Endoscopy 2004; 36 - 11
DOI: 10.1055/s-2004-834499

Dyspepsia Prescribing by Primary Care Physicians (PCPS) – The Impact of an Open Access Urea Breath Test Service

HJ O'Connor 1, K Bennett 1, O Thornton 1, M Dobson 1, MJ Buckley 1, C O'Morain 1, A Qasim 1, J Feely 1
  • 1Dept of Gastroenterology, Adelaide and Meath Hospital, Dublin 24 and Dept of Pharmacology and Therapeutics, St James's Hospital, Dublin 8

Aims: The H Pylori Unit at the Adelaide & Meath Hospital provides an open access Urea breath test (UBT) service for PCP's. The aim was to assess the impact of UBT results on prescribing patterns by PCP's.

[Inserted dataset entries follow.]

describe("bad input", () => {
  // "overlap is an error that names both plates", e.g. "plates[2] overlaps plates[0]"
  test("overlapping plates: both named", () => {
    expectInputError(
      () => sectionProperties({ plates: [{ b: 10, h: 10, z: 0, y: 0 }, { b: 10, h: 10, z: 20, y: 0 }, { b: 10, h: 10, z: 5, y: 5 }] }),
      "plates[2]",
      /plates\[2\] overlaps plates\[0\]/,
    );
  });

  // "Plates may touch"
  test("touching plates are fine", () => {
    expect(sectionProperties({ plates: [{ b: 10, h: 10, z: 0, y: 0 }, { b: 10, h: 10, z: 10, y: 0 }] }).area).toBe(200);
  });

  // "Self-intersection is an error"; "Never NaN, never Infinity, never a silent zero"
  test("zero-area and self-intersecting polygons, holes cancelling the solid: errors, not zeros", () => {
    expect(() => sectionProperties({ polygons: [{ points: [[0, 0], [10, 0], [20, 0]], hole: false }] })).toThrow(EngineInputError);
    expect(() => sectionProperties({ polygons: [{ points: [[0, 0], [10, 10], [10, 0], [0, 10]], hole: false }] })).toThrow(/self-intersects/);
    const sq: [number, number][] = [[0, 0], [10, 0], [10, 10], [0, 10]];
    expect(() => sectionProperties({ polygons: [{ points: sq, hole: false }, { points: sq, hole: true }] })).toThrow(EngineInputError);
  });

  // "Never NaN, never Infinity, never a silent zero": numbers past double precision's reach
  test("huge, tiny and far-off numbers throw instead of Infinity or zero", () => {
    const cases: unknown[] = [
      { plates: [{ b: 1e200, h: 1e200, z: 0, y: 0 }] },
      { family: "rectangle", b: 1e200, d: 1e200 },
      { plates: [{ b: 1e-200, h: 1e-200, z: 0, y: 0 }] },
      // width lost to rounding: 1e300 + 1 === 1e300, so the extremes would be 0 and Sz infinite
      { plates: [{ b: 1, h: 1, z: 1e300, y: 1e300 }] },
      { plates: [{ b: 1, h: 1, z: 0, y: 0 }, { b: 1, h: 1, z: 1e200, y: 1e200 }] },
    ];
    for (const c of cases) expect(() => sectionProperties(c as never), JSON.stringify(c)).toThrow(EngineInputError);
  });

  // "density (kg/m³ ...)": a negative or zero density would give a negative or zero mass
  test("negative or zero density names the field", () => {
    expectInputError(() => sectionProperties({ plates: [{ b: 1, h: 1, z: 0, y: 0 }], density: -1 }), "density", /density/);
    expectInputError(() => sectionProperties({ family: "rectangle", b: 1, d: 1, density: 0 }), "density", /density/);
    expect(sectionInputSchema.safeParse({ family: "rectangle", b: 1, d: 1, density: -1 }).success).toBe(false);
    // A × density past double precision (A = 1e8 mm², ρ = 1e308): refused up front, naming density
    expectInputError(() => sectionProperties({ plates: [{ b: 1e4, h: 1e4, z: 0, y: 0 }], density: 1e308 }), "density", /density/);
    expectInputError(() => sectionProperties({ family: "rectangle", b: 1e4, d: 1e4, density: 1e308 }), "density", /density/);
    expect(sectionInputSchema.safeParse({ family: "rectangle", b: 1, d: 1, density: 1e308 }).success).toBe(false);
  });

  test("NaN and strings name the field", () => {
    expectInputError(() => sectionProperties({ plates: [{ b: NaN, h: 1, z: 0, y: 0 }] }), "plates[0].b", /finite/);
    expectInputError(() => sectionProperties({ plates: [{ b: "5" as never, h: 1, z: 0, y: 0 }] }), "plates[0].b", /finite/);
  });

  // "Never NaN, never Infinity, never a silent zero" in the search: a 1e200 mm depth makes
  // Iz = b·d³/12 overflow (a zero stress), a 1e-120 mm plate an area that underflows; both are
  // refused by the schema naming the field (range choice: 1 µm … 1 km, see search-schema.ts).
  test("search problem: lengths past double precision's reach name the field", async () => {
    const msgs = (pr: object) => searchProblemSchema.safeParse(pr).error?.issues.map((i) => `${i.path.join(".")}: ${i.message}`) ?? [];
    expect(msgs({ ...base, depth: { min: 1e200, max: 1e200, step: 1 } }).join()).toMatch(/depth\.min: depth\.min must be between/);
    expect(msgs({ ...base, thicknesses: [1e-121] }).join()).toMatch(/thicknesses\.0: thicknesses\[\] must be between/);
    expect(msgs({ ...base, moment: { sagging: 1e308, hogging: 0 } }).join()).toMatch(/moment\.sagging: moment\.sagging must be at most/);
    expect(msgs({ ...base, density: 1e300 }).join()).toMatch(/density: density must be at most/);
    await expect(async () => searchSections({ ...base, width: { min: 1e-120, max: 1e-120, step: 1 } })).rejects.toThrow(/width\.min/);
  });

  // "depth.max must be ≥ depth.min" (the contract's own example)
  test("search problem: max below min, negative moment, no moment", () => {
    const r = searchProblemSchema.safeParse({ ...base, depth: { min: 100, max: 50, step: 1 } });
    expect(r.success).toBe(false);
    expect(r.error!.issues.map((i) => i.message)).toContain("depth.max must be ≥ depth.min");
    expect(r.error!.issues[0].path).toEqual(["depth", "max"]);
    const neg = searchProblemSchema.safeParse({ ...base, moment: { sagging: -1, hogging: 0 } });
    expect(neg.error!.issues.some((i) => i.path.join(".") === "moment.sagging")).toBe(true);
    // "at least one > 0"
    expect(searchProblemSchema.safeParse({ ...base, moment: { sagging: 0, hogging: 0 } }).success).toBe(false);
  });
});

describe("bending signs", () => {
  // "A positive (sagging) moment compresses the top fibre. Stresses: tension positive,
  // compression negative." Tee 50 × 160 × 10 × 10: ȳ = 40, Iz = 160·10³/12 + 1600·5² +
  // 10·40³/12 + 400·20² = 800000/3 (parallel axes, Gere & Goodno, 7th ed.). M = 1 kN·m = 1e6 N·mm.
  test("sagging: top fibre −M·10/Iz (compression), bottom +M·40/Iz (tension)", () => {
    const p = sectionProperties({ family: "tee", d: 50, b: 160, tf: 10, tw: 10 });
    const Iz = 800000 / 3;
    rel(p.Iz, Iz);
    rel(normalStress(p, 1, 0, 0, 10), -1e6 * 10 / Iz);
    rel(normalStress(p, 1, 0, 0, -40), 1e6 * 40 / Iz);
  });

  // "sagging: top compressed, bottom in tension; hogging: the reverse"
  test("search checks: sagging vs hogging on the tee", () => {
    const Iz = 800000 / 3;
    const sag = candidateChecks("tee", { d: 50, b: 160, tf: 10, tw: 10 }, searchProblemSchema.parse({ ...base, moment: { sagging: 1, hogging: 0 } }));
    const hog = candidateChecks("tee", { d: 50, b: 160, tf: 10, tw: 10 }, searchProblemSchema.parse({ ...base, moment: { sagging: 0, hogging: 1 } }));
    const d = (v: typeof sag, n: string) => v.checks.find((c) => c.name === n)!.demand;
    rel(d(sag, "bending-compression"), (1e6 * 10) / Iz);
    rel(d(sag, "bending-tension"), (1e6 * 40) / Iz);
    rel(d(hog, "bending-compression"), (1e6 * 40) / Iz);
    rel(d(hog, "bending-tension"), (1e6 * 10) / Iz);
  });

  // "σ = M·(Iyz·z − Iy·y) / (Iz·Iy − Iyz²) ... taken at every corner of the section" (angle).
  // Unequal angle 150 × 90 × 10 by parallel axes; the six outline corners by hand.
  test("angle: general bending formula at every corner, sagging and hogging", () => {
    const [d, b, t] = [150, 90, 10];
    const A1 = t * d, A2 = (b - t) * t, A = A1 + A2;
    const cz = (A1 * t / 2 + A2 * (t + (b - t) / 2)) / A;
    const cy = (A1 * d / 2 + A2 * t / 2) / A;
    const Iz = (t * d ** 3) / 12 + A1 * (d / 2 - cy) ** 2 + ((b - t) * t ** 3) / 12 + A2 * (t / 2 - cy) ** 2;
    const Iy = (d * t ** 3) / 12 + A1 * (t / 2 - cz) ** 2 + (t * (b - t) ** 3) / 12 + A2 * (t + (b - t) / 2 - cz) ** 2;
    const Iyz = A1 * (t / 2 - cz) * (d / 2 - cy) + A2 * (t + (b - t) / 2 - cz) * (t / 2 - cy);
    const M = 1e6 * 2; // 2 kN·m
    const corners = [[0, 0], [b, 0], [b, t], [t, t], [t, d], [0, d]];
    const sig = corners.map(([z, y]) => (M * (Iyz * (z - cz) - Iy * (y - cy))) / (Iz * Iy - Iyz ** 2));
    const sag = candidateChecks("angle", { d, b, t }, searchProblemSchema.parse({ ...base, moment: { sagging: 2, hogging: 0 } }));
    const hog = candidateChecks("angle", { d, b, t }, searchProblemSchema.parse({ ...base, moment: { sagging: 0, hogging: 2 } }));
    const dm = (v: typeof sag, n: string) => v.checks.find((c) => c.name === n)!.demand;
    rel(dm(sag, "bending-tension"), Math.max(...sig));
    rel(dm(sag, "bending-compression"), -Math.min(...sig));
    rel(dm(hog, "bending-tension"), -Math.min(...sig));
    rel(dm(hog, "bending-compression"), Math.max(...sig));
    // the inclined neutral axis makes the result differ from M·c/Iz
    expect(Math.abs(dm(sag, "bending-compression") - (M * (d - cy)) / Iz)).toBeGreaterThan(1);
    // same formula as the section-level stress function
    const p = sectionProperties({ family: "angle", d, b, t });
    rel(normalStress(p, 2, 0, 0 - cz, d - cy), sig[5]);
  });
});

describe("search checks", () => {
  // "shear ... the largest V·Q(y)/(Iz·b(y))": for an I section at the neutral axis
  // τ = V·Q/(Iz·tw) (Gere & Goodno, 7th ed., shear stresses in the webs of beams with flanges).
  test("shear demand on an I section", () => {
    const Iz = (100 * 200 ** 3 - 90 * 180 ** 3) / 12;
    const Q = 100 * 10 * 95 + 10 * 90 * 45;
    const v = candidateChecks("i", { d: 200, b: 100, tf: 10, tw: 10 }, searchProblemSchema.parse({ ...base, shear: 100, allowable: { tension: 1000, compression: 1000, shear: 100 } }));
    rel(v.checks.find((c) => c.name === "shear")!.demand, (1e5 * Q) / (Iz * 10));
  });

  // "for piecewise-constant widths the maximum lies at the neutral axis or just beside a plate
  // edge": tee 60 × 200, tf = 30, tw = 5 has its centroidal axis inside the thick flange, so
  // the stem's top (width 5) beats the axis (width 200). By hand (parallel axes, Gere & Goodno, 7th ed.):
  // ȳ = (6000·45 + 150·15)/6150; Q at the stem top = 150·(ȳ − 15); at the axis 200·(60 − ȳ)²/2.
  test("shear: maximum just beside a plate edge, not at the axis", () => {
    const A = 6150, cy = (6000 * 45 + 150 * 15) / A;
    const Iz = (200 * 30 ** 3) / 12 + 6000 * (45 - cy) ** 2 + (5 * 30 ** 3) / 12 + 150 * (15 - cy) ** 2;
    const atEdge = (1e5 * 150 * (cy - 15)) / (Iz * 5);
    const atAxis = (1e5 * 200 * (60 - cy) ** 2) / 2 / (Iz * 200);
    expect(atEdge).toBeGreaterThan(atAxis);
    const v = candidateChecks("tee", { d: 60, b: 200, tf: 30, tw: 5 }, searchProblemSchema.parse({ ...base, shear: 100, allowable: { tension: 1000, compression: 1000, shear: 100 } }));
    rel(v.checks.find((c) => c.name === "shear")!.demand, atEdge);
  });

  // The slenderness ratios, exactly as listed in the contract, per family.
  test("slenderness ratios per family", () => {
    const pr = searchProblemSchema.parse({ ...base, slenderness: { outstand: 1000, internal: 1000, web: 1000, stem: 1000 } });
    const ratios = (family: Parameters<typeof candidateChecks>[0], dims: Record<string, number>) =>
      Object.fromEntries(candidateChecks(family, dims, pr).checks.filter((c) => c.name.startsWith("slender")).map((c) => [c.name, c.demand]));
    // i: (b − tw)/2 ÷ tf; (d − tft − tfb) ÷ tw
    expect(ratios("i", { d: 300, b: 150, tf: 10, tw: 6 })).toEqual({ "slenderness-outstand": 72 / 10, "slenderness-web": 280 / 6 });
    // mono-i: the worse outstand of the two flanges; web (d − tft − tfb) ÷ tw
    expect(ratios("mono-i", { d: 300, bt: 200, tft: 10, bb: 100, tfb: 8, tw: 6 })).toEqual({ "slenderness-outstand": 97 / 10, "slenderness-web": 282 / 6 });
    // channel: (b − tw) ÷ tf; (d − 2tf) ÷ tw
    expect(ratios("channel", { d: 300, b: 100, tf: 10, tw: 6 })).toEqual({ "slenderness-outstand": 94 / 10, "slenderness-web": 280 / 6 });
    // tee: (b − tw)/2 ÷ tf; (d − tf) ÷ tw → stem
    expect(ratios("tee", { d: 300, b: 150, tf: 10, tw: 6 })).toEqual({ "slenderness-outstand": 72 / 10, "slenderness-stem": 290 / 6 });
    // box: (b − 2tw) ÷ tf → internal; (d − 2tf) ÷ tw → web
    expect(ratios("box", { d: 300, b: 150, tf: 10, tw: 6 })).toEqual({ "slenderness-internal": 138 / 10, "slenderness-web": 280 / 6 });
    // channel-down: (b − 2tf) ÷ tw → internal; (d − tw) ÷ tf → stem
    expect(ratios("channel-down", { d: 300, b: 150, tw: 10, tf: 6 })).toEqual({ "slenderness-internal": 138 / 10, "slenderness-stem": 290 / 6 });
    // angle: (d − t) ÷ t and (b − t) ÷ t → outstand (the worse leg)
    expect(ratios("angle", { d: 150, b: 90, t: 10 })).toEqual({ "slenderness-outstand": 14 });
  });

  // "Every check passes when demand ≤ limit". Rectangle 60 × 100: σ = 6M/(b·d²) = 6·16e6/600000
  // = 160 MPa exactly (Gere & Goodno, 7th ed., flexure formula), against an allowable of exactly 160.
  test("demand exactly on the limit passes; a hair over fails", async () => {
    const pr: SearchProblemInput = { ...base, moment: { sagging: 16, hogging: 0 }, allowable: { tension: 160, compression: 160 }, width: { min: 60, max: 60, step: 10 } };
    const r = await searchSections(pr);
    expect(r.best).not.toBeNull();
    expect(r.best!.utilisation).toBe(1);
    expect(r.best!.checks.find((c) => c.name === "bending-compression")!.demand).toBe(160);
    const over = await searchSections({ ...pr, allowable: { tension: 159.99, compression: 159.99 } });
    expect(over.best).toBeNull();
  });
});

Methods: 805 patients (M 298:F 507; mean age 48) attending their first UBT during Jan 2001-Dec 2002 were studied. Data were linked to prescribing data from the General Medical Services scheme. Prescription of H pylori eradication therapy (HPET) was assessed 3 months following the UBT and antisecretory therapy (AST) in the year prior to and following the UBT.

Results: 374 (46.5%) had a positive UBT and 431 (53.5%) had a negative test. Only 226 (60.4%) of the positive test patients were prescribed a recommended triple therapy regime and 25% received no treatment. Of negative test patients, 7.2% received triple or dual therapy. In the year following the UBT, AST was prescribed for 26% of the negative group compared with 15% of the positive group receiving triple therapy.

Conclusions: These results show clear under-prescribing and inappropriate prescribing of HPET despite positive test results, and suggest that PCP's are commonly not acting on the results of H pylori testing.